Today Is Veterans Day

Posted by on Fri, Nov 11, 2011 at 10:34 AM

Melvin F. Aaron
  • Melvin F. Aaron

The veteran that holds the largest space in my brain is my maternal grandfather, Melvin Aaron, a farmer turned soldier turned World War II vet, who came back from the war a changed man. The exact reasons for this change were a mystery. All we ever knew was “he saw some bad things in the war,” and these things changed him from someone who did things besides sitting in a chair reading Louis Lamour paperbacks to someone who didn’t. Eventually even the books went—whatever my grandfather saw in the war made him unwilling to see a doctor for any reason, and in his last years he lost his vision from easily operable cataracts.

“That’s grandpa!” went the story—the whole story, until a few years ago, when my Uncle Mike was going through some old boxes and found my grandfather's written account of exactly what he'd seen in the war. Along with being passed among family members, my grandpa's journal entry was published in the Clarion County Register, my grandpa and uncle's hometown paper, and it was a truly horrifying thing to read.

But it was also something we never thought we'd get: an actual answer to the question, "What broke Grandpa's brain?" I think this information was particularly valuable to my mother's younger sisters, who were born too late to know their pre-war dad. My mom was the eldest child and has memories of a dad who'd pick her up and swing her around and was a different person than the frozen man who came back from the war. My aunts and all us grandkids only knew the post-war version, and reading this account is the closest we'll ever get to knowing the earlier man.

You can read my grandfather's account of being a medic accompanying the first wave of U.S. Marines as they stormed the beaches of Iwo Jima after the jump. It's brutal, and involves historically understandable racial insensitivity ('Japs' throughout), but I am so glad it exists.

It was D-Day, Feb. 19, 1945. We boarded our tractor and started into the beach, but it was not as easy as that, as we had to make two tries at the beach before we got in. The first time we drew so much Jap fire we could not make a landing, so we had to turn back away from the beach and wait till the ships started to lay down ... then we went in under their fire. That way we drew very little Jap fire.

After we did get on the beach, the Marines wanted us to go back to our ship, for the Jap mortar fire was so heavy that they did not know if they were going to hold the couple hundred yards of beach or not. But they did - with a loss of a great many lives.

The first day they worked their way up and across the first air strip which is known as Motoma Air Field. About four o'clock on D-Day, the (Landing Ship Tank) started to pull into the beach and unload heavy artillery and rockets mounted on trucks. That is when I (saw) the sight of my life, for the beach was just laying full of dead Marines.

It was bad enough seeing them laying there, but when they started unloading the LSTs, the trucks, tanks and all the other moving equipment that was being unloaded off the ships ... were running over the Marines that laid dead there on that volcanic ash.

It didn't bother me too much to see them blown apart as it did to see them being run over with tanks and trucks.

Like one captain said, 'We don't have time to think of the dead Marines. We have to think of the live ones.'

After about a week of fighting, the quartermaster went around in a truck and gathered up the dead, and by that time (they) smelled so bad and were bloated up so big you wouldn't know your best friend.

They were stacked into the truck one on top of the other. And what I mean (is that) he really had a collection of maybe an arm or leg, or maybe a body just from the stomach up. So you can imagine what kind of a job he had.

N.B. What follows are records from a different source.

def demands_from_description(d: dict, where: str = "") -> list[Demand]:
    """The description's load combinations (kN, kNm, as in the demands CSV) in N and N mm."""
    items = d.get("demands", [])
    if not isinstance(items, list):
        raise DescriptionError("demands", "expected a list of load combinations")
    out = []
    for k, x in enumerate(items):
        w = f"demands[{k}]"
        x = _keys(x, _DEMAND_KEYS, w)
        frame = _text(x, "frame", w, "")
        if frame not in ("", "braced", "unbraced"):
            raise DescriptionError(f"{w}.frame", f"{frame!r}: expected 'braced' or 'unbraced'")
        assumed = _text(x, "assumed_joint", w, "")
        models = [m.value for m in JointModel]
        if assumed and assumed not in models:
            raise DescriptionError(f"{w}.assumed_joint", f"{assumed!r}: expected one of "
                                                         f"{', '.join(models)}")

        def opt(key: str, f: float, *, w: str = w, x: dict = x) -> float | None:
            v = _num(x, key, w, None, minimum=None)
            return None if v is None else v * f

        out.append(Demand(
            combination=_text(x, "combination", w),
            M_Ed=_num(x, "M_Ed_kNm", w, minimum=None) * 1e6,
            V_Ed=abs(_num(x, "V_Ed_kN", w, minimum=None)) * 1e3,
            N_Ed=opt("N_Ed_kN", 1e3) or 0.0,
            M_other=opt("M_Ed_other_side_kNm", 1e6),
            Vc_above=opt("Vc_above_kN", 1e3),
            Vc_below=opt("Vc_below_kN", 1e3),
            braced=None if not frame else frame == "braced",
            assumed_joint=JointModel(assumed) if assumed else None,
            source=f"{where}:demands[{k}]" if where else f"demands[{k}]",
        ))
    return out


def description_from_joint(joint: dict) -> dict:
    """A joint of a results JSON as a description to edit and re-run (None values left out).

    The ``inputs`` object as it is, with the joint's demands, whether it is double-sided, and
    where it came from (informational).
    """
    c = joint.get("check") or {}
    inputs = c.get("inputs")
    if not inputs:
        raise DescriptionError("inputs", "this joint has no engine input (it was not checked: "
                                         f"{c.get('status_reason') or c.get('status')})")
    if "fin" in inputs:
        raise DescriptionError("inputs", "fin plate joints cannot be written as a description "
                               "yet (descriptions hold end-plate and welded joints)")
    keep_demand = _DEMAND_KEYS - {"source", "other_side_source"}
    out: dict = {
        "label": joint.get("label", ""),
        "source": {k: v for k, v in (("joint_id", joint.get("id")),
                                     ("beam", joint.get("beam")),
                                     ("beam_end", joint.get("beam_end")),
                                     ("column", joint.get("column"))) if v},
        **inputs,
        "double_sided": joint.get("partner") is not None,
        "demands": [{k: v for k, v in dm.items() if k in keep_demand}
                    for dm in c.get("demands", [])],
    }
    out["welds"] = {k: v for k, v in out["welds"].items() if k != "flange_throat"}
    return _drop_none(out)


def _drop_none(v: Any) -> Any:
    """The value without None entries (TOML has no null; a missing key takes its default)."""
    if isinstance(v, dict):
        return {k: _drop_none(x) for k, x in v.items() if x is not None}
    if isinstance(v, list):
        return [_drop_none(x) for x in v]
    return v
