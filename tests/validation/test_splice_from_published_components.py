"""A beam splice assembled by hand from a published example's end-plate components.

No published worked example of an end-plate beam splice is at hand. The end plate, bolts and
beam of P398 Example C.1 (The Steel Construction Institute / BCSA, *Joints in Steel
Construction: Moment-Resisting Joints to Eurocode 3*, P398, 2013, Appendix C, as quoted in
../shared/reference/published-check-values.md, Source A) are turned into a splice: two such
plates bolted together, no column. The expected values are assembled here by EN 1993-1-8
6.2.7.2 from the example's printed plate-side values (sheet numbers in brackets):

* F_t,Rd = 203 kN per bolt (5); row 1 (extension), end plate 377 kN (7).
* Row 2 alone: end plate min(502 kN mode 2 (9), 2 x 203 = 406 kN mode 3) = 406; beam web
  675 kN (10): 406 kN.
* Row 3 alone: the same plate T-stub as an inner row (l_eff,nc = 4 m + 1.25 e = 248 mm with
  the printed m = 38.6 and e = 75; mode 2 = (2 x 0.25 x 248 x 25^2 x 265 + 48.3 x 406e3) /
  (38.6 + 48.3) = 462 kN > mode 3 406 kN): 406 kN.
* Rows 2-3 as a group: end plate 812 kN (17-18), beam web 1052 kN (19): row 3 <= 406 kN.
  No column: no column flange or web rows; the extension row is never grouped with the
  inner rows on the plate side (Table 6.6).
* Compression: beam flange and web 1254 kN (21) >= 377 + 406 + 406 = 1189 kN.
* 6.2.7.2(9): row 2 carries 406 > 1.9 x 203 = 385.7 kN, so row 3 <= 406 x 375 / 465 =
  327.4 kN, with the printed lever arms 565 / 465 / 375 mm (22).
* Mj,Rd = 377 x 0.565 + 406 x 0.465 + 327.4 x 0.375 = 524.6 kNm.
* Vj,Rd: the bolts' shear governs bearing on either 25 mm plate, as in the example: 500 kN
  printed (23) (the source's 0.28 for tension rows; 1 - 1/1.4 gives about +0.7 %).

Sj,ini of the splice (Table 6.10: k5 of both plates and k10) has no printed value here and
is checked only as invariants: stiffer bolts (a larger A_s, k10 = 1.6 A_s / L_b) raise it, and
here it exceeds the same plate's on the example's column (the column's springs are gone from the
series). A thicker plate is no invariant: it lengthens the bolts (lower k10) and, with mode 3
in row 1, brings in 6.2.7.2(9)'s limit, so Mj,Rd may even drop.
"""

from __future__ import annotations

from dataclasses import replace

import pytest

from ifcjoint.ec3.code import Component
from ifcjoint.engine.end_plate import check_end_plate_joint
from tests.engine.test_end_plate import p398


def splice(**kw):
    inp = p398(**kw)
    return replace(inp, support="splice", column=inp.beam, beta=1.0)


@pytest.fixture(scope="module")
def result():
    return check_end_plate_joint(splice())


def test_rows_and_moment_resistance(result):
    rows = [r.F_tr_Rd / 1e3 for r in result.hogging.rows]
    assert rows == [pytest.approx(377, rel=0.005), pytest.approx(406, rel=0.005),
                    pytest.approx(327.4, rel=0.01)]
    assert result.hogging.M_j_Rd / 1e6 == pytest.approx(524.6, rel=0.005)
    assert result.V_j_Rd / 1e3 == pytest.approx(500 * 1.007, rel=0.01)


def test_no_column_component_and_no_web_panel(result):
    kinds = {c.component for c in result.hogging.components}
    assert kinds <= {Component.END_PLATE_BENDING, Component.BEAM_WEB_TENSION,
                     Component.BEAM_FLANGE_COMPRESSION}
    assert result.V_wp_Rd is None
    # the splice is stronger than the same plate on the example's column (416 kNm, sheet 22)
    assert result.hogging.M_j_Rd / 1e6 > 416


def test_stiffness_invariants(result):
    s = result.hogging.S_j_ini
    assert s is not None and s > 0
    stiffer = check_end_plate_joint(splice(bolts=replace(p398().bolts, As=459)))
    assert stiffer.hogging.S_j_ini > s
    on_column = check_end_plate_joint(p398())
    assert s > on_column.hogging.S_j_ini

Then they were hauled up on the side hill right below Motoma Air Field where they were lined up in a row for identification. Then they were left to lay there till the Japs were (driven) back far enough to dig trenches so they could be buried. After the trenches were dug, the dead were placed in side-by-side and covered over. Then they made little mounds of dirt on the top like in a civilian cemetery (and) put a fence around it made out of whitewashed rock. The fence was about two feet high. Then at the opening to it, they put up a flagpole and at the base of it, they had 'Fourth Division,' and right next to that they had the Marine Corps emblem that was also made out of whitewashed rock.

Then, at the head end of each mound, they had little wooden crosses with their name on it. ... If there was someone they couldn't identify, they would just put 'Unknown' in place of the name.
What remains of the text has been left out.